What is being asked
Report the number of lines in the data below where the string "else" shows up, and only that number.

Dataset
##########

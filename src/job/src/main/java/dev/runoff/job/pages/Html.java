package dev.runoff.job.pages;

import java.util.Locale;

/**
 * Escaping and the frame shared by the pages: one style sheet inside the page, no script, no font or image
 * from anywhere else. Every string that comes from a definition or a record (experiment ids, arm names,
 * reasons) goes through {@link #escape(String)} before it reaches HTML or SVG.
 */
final class Html {

    /** Colour of text (on white); WCAG 2.1 success criterion 1.4.3 asks 4.5:1 of body text. */
    static final String TEXT = "#1a1a1a";
    /** Colour of links. */
    static final String LINK = "#0b4f8a";
    /** Colour of notes. */
    static final String NOTE = "#444444";
    /** Background. */
    static final String BACKGROUND = "#ffffff";

    private static final String STYLE = """
            body{font-family:system-ui,sans-serif;color:%s;background:%s;margin:1.5rem;max-width:70rem}
            a{color:%s}
            table{border-collapse:collapse;margin:0.5rem 0 1.5rem}
            th,td{border:1px solid #888;padding:0.25rem 0.5rem;text-align:left}
            td.n{text-align:right;font-variant-numeric:tabular-nums}
            caption{text-align:left;font-weight:bold;padding:0.25rem 0}
            .note{color:%s}
            form{margin:0.5rem 0}
            svg{display:block;margin:0.5rem 0 1.5rem}
            """.formatted(TEXT, BACKGROUND, LINK, NOTE);

    private Html() {
    }

    /** {@code s} with {@code & < > " '} replaced by entities: safe in HTML text, attributes and SVG. */
    static String escape(String s) {
        if (s == null) {
            return "";
        }
        StringBuilder b = new StringBuilder(s.length() + 16);
        for (int i = 0; i < s.length(); i++) {
            char c = s.charAt(i);
            switch (c) {
                case '&' -> b.append("&amp;");
                case '<' -> b.append("&lt;");
                case '>' -> b.append("&gt;");
                case '"' -> b.append("&quot;");
                case '\'' -> b.append("&#39;");
                default -> b.append(c);
            }
        }
        return b.toString();
    }

    /** {@link #page(String, String, int)} without reloading. */
    static String page(String title, String body) {
        return page(title, body, 0);
    }

    /**
     * A whole page with {@code title} (escaped here) and {@code body} (already HTML) that the browser reloads
     * every {@code refreshSeconds} (0: never), by a meta refresh rather than a script.
     */
    static String page(String title, String body, int refreshSeconds) {
        return "<!DOCTYPE html>\n<html lang=\"en\"><head><meta charset=\"utf-8\">"
                + "<meta name=\"viewport\" content=\"width=device-width, initial-scale=1\">"
                + (refreshSeconds > 0 ? "<meta http-equiv=\"refresh\" content=\"" + refreshSeconds + "\">" : "")
                + "<title>" + escape(title) + "</title><style>" + STYLE + "</style></head>\n<body>\n" + body
                + "</body></html>\n";
    }

    /** {@code value} with {@code digits} decimals, or an en dash when it is null or not finite. */
    static String number(Double value, int digits) {
        return value == null || !Double.isFinite(value) ? "\u2013"
                : String.format(Locale.ROOT, "%." + digits + "f", value);
    }

    /** A time in ms since the epoch as UTC to the second, e.g. {@code 2026-12-02T10:00:00Z}. */
    static String time(long millis) {
        return java.time.Instant.ofEpochMilli(millis).truncatedTo(java.time.temporal.ChronoUnit.SECONDS).toString();
    }

    /** {@code value} with thousands separators. */
    static String whole(long value) {
        return String.format(Locale.ROOT, "%,d", value);
    }
}
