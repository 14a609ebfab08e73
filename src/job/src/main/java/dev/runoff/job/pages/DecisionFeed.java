package dev.runoff.job.pages;

import dev.runoff.records.Decoded;
import dev.runoff.records.RecordCodec;
import dev.runoff.records.avro.DecisionRecord;
import java.time.Duration;
import java.util.List;
import java.util.Map;
import java.util.Properties;
import java.util.function.Supplier;
import org.apache.kafka.clients.consumer.Consumer;
import org.apache.kafka.clients.consumer.ConsumerConfig;
import org.apache.kafka.clients.consumer.ConsumerRecord;
import org.apache.kafka.clients.consumer.KafkaConsumer;
import org.apache.kafka.common.TopicPartition;
import org.apache.kafka.common.errors.WakeupException;
import org.apache.kafka.common.serialization.ByteArrayDeserializer;
import org.slf4j.Logger;
import org.slf4j.LoggerFactory;

/**
 * Reads the decisions topic from its start, committed records only, into a {@link DecisionHistory}, on its
 * own thread: a plain consumer without a group that is assigned every partition, so every instance of the
 * job knows every experiment's decisions and any instance can serve any page. A failure is logged and the
 * feed starts again after a pause (from the start: the history ignores records it already holds).
 */
public final class DecisionFeed implements AutoCloseable {

    private static final Logger LOG = LoggerFactory.getLogger(DecisionFeed.class);
    private static final Duration POLL = Duration.ofMillis(500);
    private static final long RETRY_MS = 5_000;
    private static final RecordCodec<DecisionRecord> CODEC = RecordCodec.decisionRecords();

    private final Supplier<Consumer<byte[], byte[]>> consumers;
    private final String topic;
    private final DecisionHistory history;
    private final Thread thread;
    private volatile boolean closed;
    private volatile Consumer<byte[], byte[]> consumer;

    private DecisionFeed(Supplier<Consumer<byte[], byte[]>> consumers, String topic, DecisionHistory history) {
        this.consumers = consumers;
        this.topic = topic;
        this.history = history;
        this.thread = new Thread(this::run, "runoff-pages-feed");
        this.thread.setDaemon(true);
    }

    /**
     * Starts reading {@code topic} with a consumer of {@code consumerProps} (the job's connection and
     * security settings; group, offsets and isolation are set here) into {@code history}.
     */
    public static DecisionFeed start(Properties consumerProps, String topic, DecisionHistory history) {
        Properties props = properties(consumerProps);
        return start(() -> new KafkaConsumer<>(props, new ByteArrayDeserializer(), new ByteArrayDeserializer()),
                topic, history);
    }

    /** Starts reading {@code topic} into {@code history} with consumers from {@code consumers}. */
    static DecisionFeed start(Supplier<Consumer<byte[], byte[]>> consumers, String topic, DecisionHistory history) {
        DecisionFeed feed = new DecisionFeed(consumers, topic, history);
        feed.thread.start();
        return feed;
    }

    /**
     * The feed's consumer settings: the job's, without its group, reading committed records from the start
     * and committing nothing; a configured {@code client.id} gets the suffix {@code -pages-feed}.
     */
    static Properties properties(Properties consumerProps) {
        Properties props = new Properties();
        props.putAll(consumerProps);
        props.remove(ConsumerConfig.GROUP_ID_CONFIG);
        props.remove(ConsumerConfig.GROUP_INSTANCE_ID_CONFIG);
        Object clientId = props.get(ConsumerConfig.CLIENT_ID_CONFIG);
        if (clientId != null) {
            props.put(ConsumerConfig.CLIENT_ID_CONFIG, clientId + "-pages-feed");
        }
        props.put(ConsumerConfig.ISOLATION_LEVEL_CONFIG, "read_committed");
        props.put(ConsumerConfig.ENABLE_AUTO_COMMIT_CONFIG, "false");
        props.put(ConsumerConfig.AUTO_OFFSET_RESET_CONFIG, "earliest");
        return props;
    }

    private void run() {
        while (!closed) {
            try (Consumer<byte[], byte[]> c = consumers.get()) {
                consumer = c;
                if (!closed) {
                    follow(c);
                }
            } catch (WakeupException e) {
                return;
            } catch (RuntimeException e) {
                LOG.warn("event=pages-feed-failed topic={} cause=\"{}\": retrying in {} ms", topic, e, RETRY_MS);
                pause();
            }
        }
    }

    private void follow(Consumer<byte[], byte[]> c) {
        List<TopicPartition> partitions = c.partitionsFor(topic, Duration.ofSeconds(30)).stream()
                .map(p -> new TopicPartition(topic, p.partition())).toList();
        if (partitions.isEmpty()) {
            throw new IllegalStateException("topic " + topic + " does not exist (yet)");
        }
        c.assign(partitions);
        c.seekToBeginning(partitions);
        Map<TopicPartition, Long> end = c.endOffsets(partitions);
        while (!closed) {
            for (ConsumerRecord<byte[], byte[]> r : c.poll(POLL)) {
                add(r);
            }
            if (!history.isCaughtUp() && end.entrySet().stream().allMatch(e -> c.position(e.getKey()) >= e.getValue())) {
                history.caughtUp();
            }
        }
    }

    private void add(ConsumerRecord<byte[], byte[]> r) {
        if (r.value() == null) {
            return;
        }
        Decoded<DecisionRecord> decoded = CODEC.decode(r.value(), Math.max(0, r.timestamp()));
        if (decoded.isValid()) {
            history.add(decoded.orThrow());
        } else {
            history.rejected();
        }
    }

    private void pause() {
        synchronized (this) {
            try {
                if (!closed) {
                    wait(RETRY_MS);
                }
            } catch (InterruptedException e) {
                Thread.currentThread().interrupt();
                closed = true;
            }
        }
    }

    /**
     * Stops the feed: wakes its consumer (never interrupts the thread, which would make the consumer's close
     * fail noisily) and waits at most 5 s for the thread.
     */
    @Override
    public void close() {
        closed = true;
        Consumer<byte[], byte[]> c = consumer;
        if (c != null) {
            c.wakeup();
        }
        synchronized (this) {
            notifyAll();
        }
        try {
            thread.join(5_000);
        } catch (InterruptedException e) {
            Thread.currentThread().interrupt();
        }
    }
}
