/**
 * The real job on an embedded broker decides an experiment while a simulated serving tier follows its weights;
 * then {@code runoff audit verify} passes on the decisions topic and on an export of it, fails on each kind of
 * tampering with the right record named, and {@code runoff audit report} draws the experiment.
 */
class AuditEndToEndIT {

    private static final Path DIR = Path.of("target", "audit-e2e");
    private static final String EXPERIMENT = "checkout-button";
    private static final List<String> ARMS = List.of("control", "green", "blue");
    private static final double[] CLICK_RATES = {0.04, 0.06, 0.20};
    private static final int UNITS_PER_ROUND = 300;
    private static final int MAX_ROUNDS = 12;
    private static final Duration WAIT = Duration.ofSeconds(60);
    /**
     * Recompute period of the experiment. A decision may count part of a round when the job folds it across a
     * recompute (a loaded machine): each round is still drawn from the weights of a decision that counted every
     * earlier round, and the sample-ratio check accepts any mix of the weight vectors still valid in a period.
     */
    private static final long RECOMPUTE_MS = 4_000;
    private static final TopologySettings SETTINGS = TopologySettings.fromMap(Map.of(
            TopologySettings.FLUSH_INTERVAL_KEY, 100, TopologySettings.ALLOCATE_INTERVAL_KEY, 100));

    private static EmbeddedKafkaBroker broker;
    private static KafkaStreams streams;
    private static List<DecisionRecord> decisions;
    private static Path export;

    @BeforeAll
    static void runJob() throws Exception {
        deleteRecursively(DIR);
        Files.createDirectories(DIR);
        broker = EmbeddedKafkaBroker.builder(DIR.resolve("broker")).build().start();
        for (String topic : List.of(SETTINGS.outcomesTopic(), SETTINGS.definitionsTopic(),
                SETTINGS.acceptedDefinitionsTopic(), SETTINGS.allocationsTopic(), SETTINGS.decisionsTopic(),
                SETTINGS.rejectedTopic())) {
            broker.createTopic(topic, 1, Map.of());
        }
        startJob();
        decisions = serveUntilStop();
        export = exportTopic(DIR.resolve("decisions.jsonl"));
    }

    @AfterAll
    static void stopJob() {
        if (streams != null) {
            streams.close(Duration.ofSeconds(30));
        }
        if (broker != null) {
            broker.close();
        }
    }

    @Test
    void verifyPassesOnTheTopic() {
        Run run = cli("audit", "verify", "--bootstrap-server", broker.bootstrapServers(), "--topic",
                SETTINGS.decisionsTopic());
        assertEquals(0, run.exit, run.out + run.err);
        assertTrue(run.out.contains("Experiment " + EXPERIMENT + ": VERIFIED"), run.out);
        assertTrue(run.out.contains("records checked: " + decisions.size() + ", reproduced bit for bit: "
                + decisions.size()), run.out);
    }

    @Test
    void verifyPassesOnAnExportAndSaysSoInJson() throws Exception {
        Run run = cli("audit", "verify", "--file", export.toString(), "--json");
        assertEquals(0, run.exit, run.out + run.err);
        var json = new ObjectMapper().readTree(run.out);
        assertTrue(json.get("verified").asBoolean());
        assertEquals(decisions.size(), json.get("experiments").get(0).get("reproduced").asInt());
        Files.writeString(DIR.resolve("verify.txt"), cli("audit", "verify", "--file", export.toString()).out);
    }

    @Test
    void alteredFieldFailsAtThatRecord() throws IOException {
        List<String> lines = Files.readAllLines(export);
        DecisionRecord third = decisions.get(2);
        lines.set(2, lines.get(2).replace("\"streamTime\":" + third.getStreamTime(),
                "\"streamTime\":" + (third.getStreamTime() + 1)));
        assertFails(lines, "sequence 3 (line 3): chain: hash");
    }

    @Test
    void deletedRecordFailsAtTheRecordAfterIt() throws IOException {
        List<String> lines = new ArrayList<>(Files.readAllLines(export));
        lines.remove(2);
        assertFails(lines, "sequence 4 (line 3): chain: previousHash");
    }

    @Test
    void reorderedRecordsFailAtTheFirstOfThem() throws IOException {
        List<String> lines = new ArrayList<>(Files.readAllLines(export));
        Collections.swap(lines, 2, 3);
        assertFails(lines, "sequence 4 (line 3): chain: previousHash");
    }

    @Test
    void changedCountFailsRecomputationEvenWithARebuiltChain() throws IOException {
        List<DecisionRecord> forged = new ArrayList<>(decisions);
        DecisionRecord third = forged.get(2);
        List<ArmState> arms = new ArrayList<>(third.getArms());
        arms.set(2, ArmState.newBuilder(arms.get(2)).setTrials(arms.get(2).getTrials() + 5).build());
        forged.set(2, DecisionRecord.newBuilder(third).setArms(arms).build());
        forged = HashChain.chain(forged);
        assertFails(forged.stream().map(CanonicalJson::of).toList(), "sequence 3 (line 3): recomputation: arms[");
    }

    @Test
    void reportWritesTheTimelineTheEvidenceAndTheCharts() throws Exception {
        Path svg = DIR.resolve("checkout-button.svg");
        Path evidenceSvg = DIR.resolve("checkout-button-evidence.svg");
        Run run = cli("audit", "report", "--file", export.toString(), "--experiment", EXPERIMENT, "--svg",
                svg.toString(), "--evidence-svg", evidenceSvg.toString());
        assertEquals(0, run.exit, run.err);
        String[] parts = run.out.split("\n\nEvidence against the losing arms at decision ");
        assertEquals(2, parts.length, run.out);
        assertEquals(decisions.size() + 2, parts[0].split("\n").length, run.out);
        String[] evidenceLines = parts[1].split("\n");
        assertTrue(evidenceLines[evidenceLines.length - 1].startsWith("Rates "), run.out);
        Files.writeString(DIR.resolve("report.txt"), run.out);
        var document = ReportTest.parse(Files.readString(svg));
        assertEquals("svg", document.getDocumentElement().getLocalName());
        assertEquals("svg", ReportTest.parse(Files.readString(evidenceSvg)).getDocumentElement().getLocalName());
        Path config = Files.writeString(DIR.resolve("client.properties"), "bootstrap.servers="
                + broker.bootstrapServers() + "\nclient.id=auditor\n");
        Run csv = cli("audit", "report", "--client-config", config.toString(), "--format", "csv");
        assertEquals(0, csv.exit, csv.err);
        assertEquals(decisions.size() + 1, csv.out.split("\r\n").length);
    }

    @Test
    void badArgumentsExitWithTwo() {
        assertEquals(2, cli("audit", "verify").exit);
        assertEquals(2, cli("audit", "verify", "--file", export.toString(), "--bootstrap-server", "x:1").exit);
        assertEquals(2, cli("audit", "verify", "--file", export.toString(), "--alpha", "2").exit);
        assertEquals(2, cli("audit", "verify", "--file", DIR.resolve("absent.jsonl").toString()).exit);
        assertEquals(2, cli("audit", "report", "--file", export.toString(), "--format", "xml").exit);
        assertEquals(2, cli("audit", "report", "--file", export.toString(), "--experiment", "nope").exit);
    }

    private static void assertFails(List<String> lines, String firstFailure) throws IOException {
        Path file = Files.write(DIR.resolve("tampered.jsonl"), lines, StandardCharsets.UTF_8);
        Run run = cli("audit", "verify", "--file", file.toString());
        assertEquals(1, run.exit, run.out + run.err);
        assertTrue(run.out.contains("first failure: " + firstFailure), run.out);
    }

    private record Run(int exit, String out, String err) {
    }

    private static Run cli(String... args) {
        StringWriter out = new StringWriter();
        StringWriter err = new StringWriter();
        int exit = Main.commandLine().setOut(new PrintWriter(out)).setErr(new PrintWriter(err)).execute(args);
        return new Run(exit, out.toString(), err.toString());
    }

    private static void startJob() throws InterruptedException {
        JobCounters counters = new JobCounters();
        Properties props = RunoffTopology.streamsConfig(SETTINGS, counters, Map.of(
                StreamsConfig.APPLICATION_ID_CONFIG, "audit-e2e",
                StreamsConfig.BOOTSTRAP_SERVERS_CONFIG, broker.bootstrapServers(),
                StreamsConfig.STATE_DIR_CONFIG, DIR.resolve("state").toAbsolutePath().toString()));
        streams = new KafkaStreams(RunoffTopology.build(SETTINGS, props, counters), props);
        streams.start();
        for (int i = 0; i < WAIT.toMillis() / 100 && streams.state() != KafkaStreams.State.RUNNING; i++) {
            Thread.sleep(100);
        }
        assertEquals(KafkaStreams.State.RUNNING, streams.state());
    }

    /**
     * Defines the experiment, then each round serves units with arms drawn from the weights of the latest
     * decision (clicks from fixed rates) and waits for the decision that counts them all, until a STOP.
     */
    private static List<DecisionRecord> serveUntilStop() {
        ExperimentDefinition def = SimulatedJob.definition(EXPERIMENT, ARMS, 0);
        def.setVersion(0);
        // Per-exposure counting: each round must be counted by the next decision (see awaitDecisionWithTrials);
        // with unit counting a round would be counted only once its units' windows have closed.
        def.setCounting(CountingMode.EXPOSURE);
        def.setRecomputePeriodMs(RECOMPUTE_MS);
        def.setHeartbeatMs(30_000);
        def.setValidForMs(60_000);
        UniformRandomProvider rng = RandomSource.SPLIT_MIX_64.create(2024);
        Clock clock = Clock.systemUTC();
        List<DecisionRecord> seen = new ArrayList<>();
        try (KafkaProducer<byte[], byte[]> producer = producer(); KafkaConsumer<byte[], byte[]> consumer = consumer()) {
            producer.send(new ProducerRecord<>(SETTINGS.definitionsTopic(), utf8(EXPERIMENT),
                    RecordCodec.definitions().encode(def)));
            producer.flush();
            awaitDecisionWithTrials(consumer, seen, 0);
            long sent = 0;
            for (int round = 0; round < MAX_ROUNDS && last(seen).getDecision() != Decision.STOP; round++) {
                double[] weights = last(seen).getArms().stream().mapToDouble(ArmState::getWeight).toArray();
                for (int u = 0; u < UNITS_PER_ROUND; u++) {
                    String unit = "r" + round + "u" + u;
                    int arm = SimulatedJob.pick(rng.nextDouble(), weights);
                    long now = clock.millis();
                    producer.send(event(unit, "EXPOSURE", ARMS.get(arm), now));
                    if (rng.nextDouble() < CLICK_RATES[arm]) {
                        producer.send(event(unit, "CLICK", null, now));
                    }
                }
                producer.flush();
                sent += UNITS_PER_ROUND;
                awaitDecisionWithTrials(consumer, seen, sent);
            }
        }
        assertTrue(seen.size() >= 4, "enough decisions: " + seen.size());
        return seen;
    }

    /**
     * Reads decisions until one counts {@code trials} trials in all (or a STOP comes): every decision read counts
     * no fewer trials than the one before and no more than were sent; one may count part of a round, when the
     * job folded the round across a recompute.
     */
    private static void awaitDecisionWithTrials(KafkaConsumer<byte[], byte[]> consumer, List<DecisionRecord> seen,
                                                long trials) {
        for (int i = 0; i < WAIT.toMillis() / 200; i++) {
            for (ConsumerRecord<byte[], byte[]> r : consumer.poll(Duration.ofMillis(200))) {
                DecisionRecord d = RecordCodec.decisionRecords().decode(r.value(), 0).orThrow();
                long counted = counted(d);
                assertTrue(counted <= trials && (seen.isEmpty() || counted >= counted(last(seen))), "decision "
                        + d.getSequence() + " counted " + counted + " trials; sent " + trials);
                seen.add(d);
            }
            if (!seen.isEmpty() && (counted(last(seen)) == trials || last(seen).getDecision() == Decision.STOP)) {
                return;
            }
        }
        throw new AssertionError("no decision counting " + trials + " trials within " + WAIT + "; seen " + seen.size());
    }

    private static long counted(DecisionRecord d) {
        return d.getArms().stream().mapToLong(ArmState::getTrials).sum();
    }

    private static Path exportTopic(Path file) throws IOException {
        Map<String, String> client = Map.of(ConsumerConfig.BOOTSTRAP_SERVERS_CONFIG, broker.bootstrapServers());
        List<Entry> entries = new TopicSource(client, SETTINGS.decisionsTopic(), WAIT, new EntryDecoder(0))
                .read(EXPERIMENT);
        List<String> lines = entries.stream().map(e -> CanonicalJson.of(e.record())).toList();
        return Files.write(file, lines, StandardCharsets.UTF_8);
    }

    private static ProducerRecord<byte[], byte[]> event(String unit, String type, String arm, long time) {
        String json = "{\"experimentId\":\"" + EXPERIMENT + "\",\"unitId\":\"" + unit + "\",\"eventId\":\"" + unit
                + "-" + type + "\",\"type\":\"" + type + "\",\"timestamp\":" + time
                + (arm == null ? "" : ",\"arm\":\"" + arm + "\"") + "}";
        return new ProducerRecord<>(SETTINGS.outcomesTopic(), utf8(unit), utf8(json));
    }

    private static DecisionRecord last(List<DecisionRecord> records) {
        return records.get(records.size() - 1);
    }

    private static byte[] utf8(String text) {
        return text.getBytes(StandardCharsets.UTF_8);
    }

    private static KafkaProducer<byte[], byte[]> producer() {
        Properties props = new Properties();
        props.put(ProducerConfig.BOOTSTRAP_SERVERS_CONFIG, broker.bootstrapServers());
        return new KafkaProducer<>(props, new ByteArraySerializer(), new ByteArraySerializer());
    }

    private static KafkaConsumer<byte[], byte[]> consumer() {
        Properties props = new Properties();
        props.put(ConsumerConfig.BOOTSTRAP_SERVERS_CONFIG, broker.bootstrapServers());
        props.put(ConsumerConfig.ISOLATION_LEVEL_CONFIG, "read_committed");
        KafkaConsumer<byte[], byte[]> consumer = new KafkaConsumer<>(props, new ByteArrayDeserializer(),
                new ByteArrayDeserializer());
        TopicPartition partition = new TopicPartition(SETTINGS.decisionsTopic(), 0);
        consumer.assign(List.of(partition));
        consumer.seekToBeginning(List.of(partition));
        return consumer;
    }

    private static void deleteRecursively(Path dir) throws IOException {
        if (!Files.exists(dir)) {
            return;
        }
        try (Stream<Path> paths = Files.walk(dir)) {
            for (Path p : paths.sorted(Comparator.reverseOrder()).toList()) {
                Files.delete(p);
            }
        }
    }
}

##########

Completed task
2